Trois dossiers majeurs en négociation

Airbus Helicopters, qui participe à un nouvel appel d'offres polonais pour l'acquisition d'hélicoptères tactiques de transport, est reparti pour un tour. Mais que va faire réellement Airbus ? Difficile de se décider tant l'improvisation et la désinvolture des Polonais compliquent le dossier. La décision ne semble pas encore avoir été prise même si Airbus Helicopters participe effectivement aux réunions organisée dans le cadre du nouvel appel d'offres. Une façon de voir avant de se décider. Les offres engageantes sont attendues par le ministère de la Défense polonais d'ici à la fin de l'année. En tout cas, le constructeur de Marignane va demander des dommages-intérêts dans le cadre du premier appel d'offres, explique-t-on à Paris à La Tribune.

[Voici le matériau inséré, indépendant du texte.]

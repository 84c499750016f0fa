import { spawnSync } from 'node:child_process';
import { mkdtempSync, writeFileSync } from 'node:fs';
import { tmpdir } from 'node:os';
import { join } from 'node:path';
import { describe, expect, it } from 'vitest';
import { formatInspectText, inspectInputs, parseHydrogens, type InspectReport } from '../src/commands/inspect.js';

// Invented structures: a C2H2Cl2-like molecule on an inversion centre in P21/c (half listed), once with
// the operations listed and once with only the symbol; a block missing a cell length.
const HEADER = `_cell_length_a 8.30
_cell_length_b 9.60
_cell_length_c 10.40
_cell_angle_alpha 90
_cell_angle_beta 103.5
_cell_angle_gamma 90
`;
const SITES = `loop_
_atom_site_label
_atom_site_type_symbol
_atom_site_fract_x
_atom_site_fract_y
_atom_site_fract_z
C1 C 0.0825 0.0104 0.0049
Cl1 Cl 0.1963 0.1510 0.0296
H1 H 0.1325 -0.0885 0.0
`;
const CIF = `data_listed
${HEADER}_symmetry_space_group_name_H-M 'P 21/c'
loop_
_symmetry_equiv_pos_as_xyz
x,y,z
-x,y+1/2,-z+1/2
-x,-y,-z
x,-y+1/2,z+1/2
${SITES}
data_symbol_only
${HEADER}_symmetry_space_group_name_H-M 'P 1 21/c 1'
${SITES}
data_broken
_cell_length_a 5
`;

function writeInput(): string {
  const dir = mkdtempSync(join(tmpdir(), 'polysift-inspect-'));
  const file = join(dir, 'invented.cif');
  writeFileSync(file, CIF);
  return file;
}

describe('inspect', () => {
  const file = writeInput();
  it('reports cell, symmetry, atoms, Z, Z\' and formulas per structure and lists the rejected block', async () => {
    const report = await inspectInputs([file], { hydrogens: 'keep' });
    expect(report.structures.map((s) => s.id)).toEqual(['listed', 'symbol_only']);
    for (const s of report.structures) {
      expect(s.operations).toBe(4);
      expect(s.atomsPerCell).toBe(12);
      expect(s.z).toBe(2);
      expect(s.zPrime).toBe(0.5);
      expect(s.formulas).toEqual(['C2H2Cl2']);
      expect(s.setPoints).toBe(12);
      expect(s.asymmetricUnitPoints).toBe(3);
      // V = a b c sin(beta) (monoclinic cell volume, common practice)
      expect(s.volumeA3).toBeCloseTo(8.3 * 9.6 * 10.4 * Math.sin((103.5 * Math.PI) / 180), 8);
    }
    expect(report.structures[0]!.operationsFrom).toBe('listed');
    expect(report.structures[1]!.operationsFrom).toBe('symbol');
    expect(report.structures[0]!.densityGPerCm3).toBeCloseTo(report.structures[1]!.densityGPerCm3, 12);
    expect(report.rejected).toHaveLength(1);
    expect(report.rejected[0]!.source).toBe(`${file}#broken`);
    expect(report.rejected[0]!.reason).toMatch(/_cell_length_b/);
    const text = formatInspectText(report);
    expect(text).toMatch(/2 structure\(s\) read, 1 rejected/);
    expect(text).toMatch(/Z' 0\.5/);
  });
  it('drops hydrogens from the periodic set only; density and Z stay those of the full structure', async () => {
    const keep = await inspectInputs([file], { hydrogens: 'keep' });
    const drop = await inspectInputs([file], { hydrogens: 'drop' });
    expect(drop.structures[0]!.setPoints).toBe(8);
    expect(drop.structures[0]!.densityGPerCm3).toBe(keep.structures[0]!.densityGPerCm3);
    expect(drop.structures[0]!.z).toBe(2);
    expect(drop.structures[0]!.notes.join(' ')).toMatch(/hydrogens dropped: 1 hydrogen site/);
  });
  it('runs from the command line with --json, and fails with one message when nothing is usable', () => {
    const cli = join(process.cwd(), 'src', 'cli.ts');
    const tsx = join(process.cwd(), 'node_modules', '.bin', 'tsx');
    const r = spawnSync(tsx, [cli, 'inspect', file, '--json', '--hydrogens', 'drop'], { encoding: 'utf8' });
    expect(r.status, r.stderr).toBe(0);
    const report = JSON.parse(r.stdout) as InspectReport;
    expect(report.structures).toHaveLength(2);
    expect(report.structures[0]!.hydrogens).toBe('drop');
    const dir = mkdtempSync(join(tmpdir(), 'polysift-inspect-bad-'));
    const bad = join(dir, 'bad.cif');
    writeFileSync(bad, 'data_x\n_cell_length_a 5\n');
    const r2 = spawnSync(tsx, [cli, 'inspect', bad], { encoding: 'utf8' });
    expect(r2.status).not.toBe(0);
    expect(r2.stderr).toMatch(/no structure could be used/);
  });
  it('accepts only keep or drop for --hydrogens', () => {
    expect(parseHydrogens('keep')).toBe('keep');
    expect(parseHydrogens('drop')).toBe('drop');
    expect(() => parseHydrogens('maybe')).toThrow(/--hydrogens must be keep or drop, not 'maybe'/);
  });
});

DCNS joue quant à lui crânement sa chance en Pologne pour la vente de trois sous-marins. Le groupe naval dispose d'un atout pour le moment imparable : Paris peut fournir à Varsovie à bord des trois Scorpène NG un missile de croisière de type NCM (Naval Cruise Missile) capable de frapper dans la profondeur. Jean-Yves Le Drian y était favorable cet été. Mais c'était avant la crise des Caracal... Les sous-marins seraient assemblés en Pologne. Un budget de l'ordre de 2 milliards d'euros serait consacré à ce programme baptisé Orka. Pour autant, ce projet serait retardé de deux ans avec des livraisons en 2026 (au lieu de 2024) dans le cadre du plan de modernisation de l'armée polonaise validé début novembre par le ministre polonais de la Défense, Antoni Macierewicz.

Enfin, le missilier MBDA est en course pour la fourniture d'un système de défense anti-aérienne de basse couche. Ce programme est actuellement au stade du RFI (Request for information ou demande d'informations). Le missilier propose le VL-Mica. Par ailleurs, MBDA (via MBDA Allemagne) est également présent dans le consortium international MEADS (Medium Extended Air Defense System), emmené par le groupe américain Lockheed Martin, qui lorgne également ce marché. MEADS a également été invité par Varsovie à discuter de l'acquisition d'un système de moyenne portée (6 à 8 batteries), pourtant déjà attribué à Raytheon (Patriot) pour environ 3,4 milliards d'euros.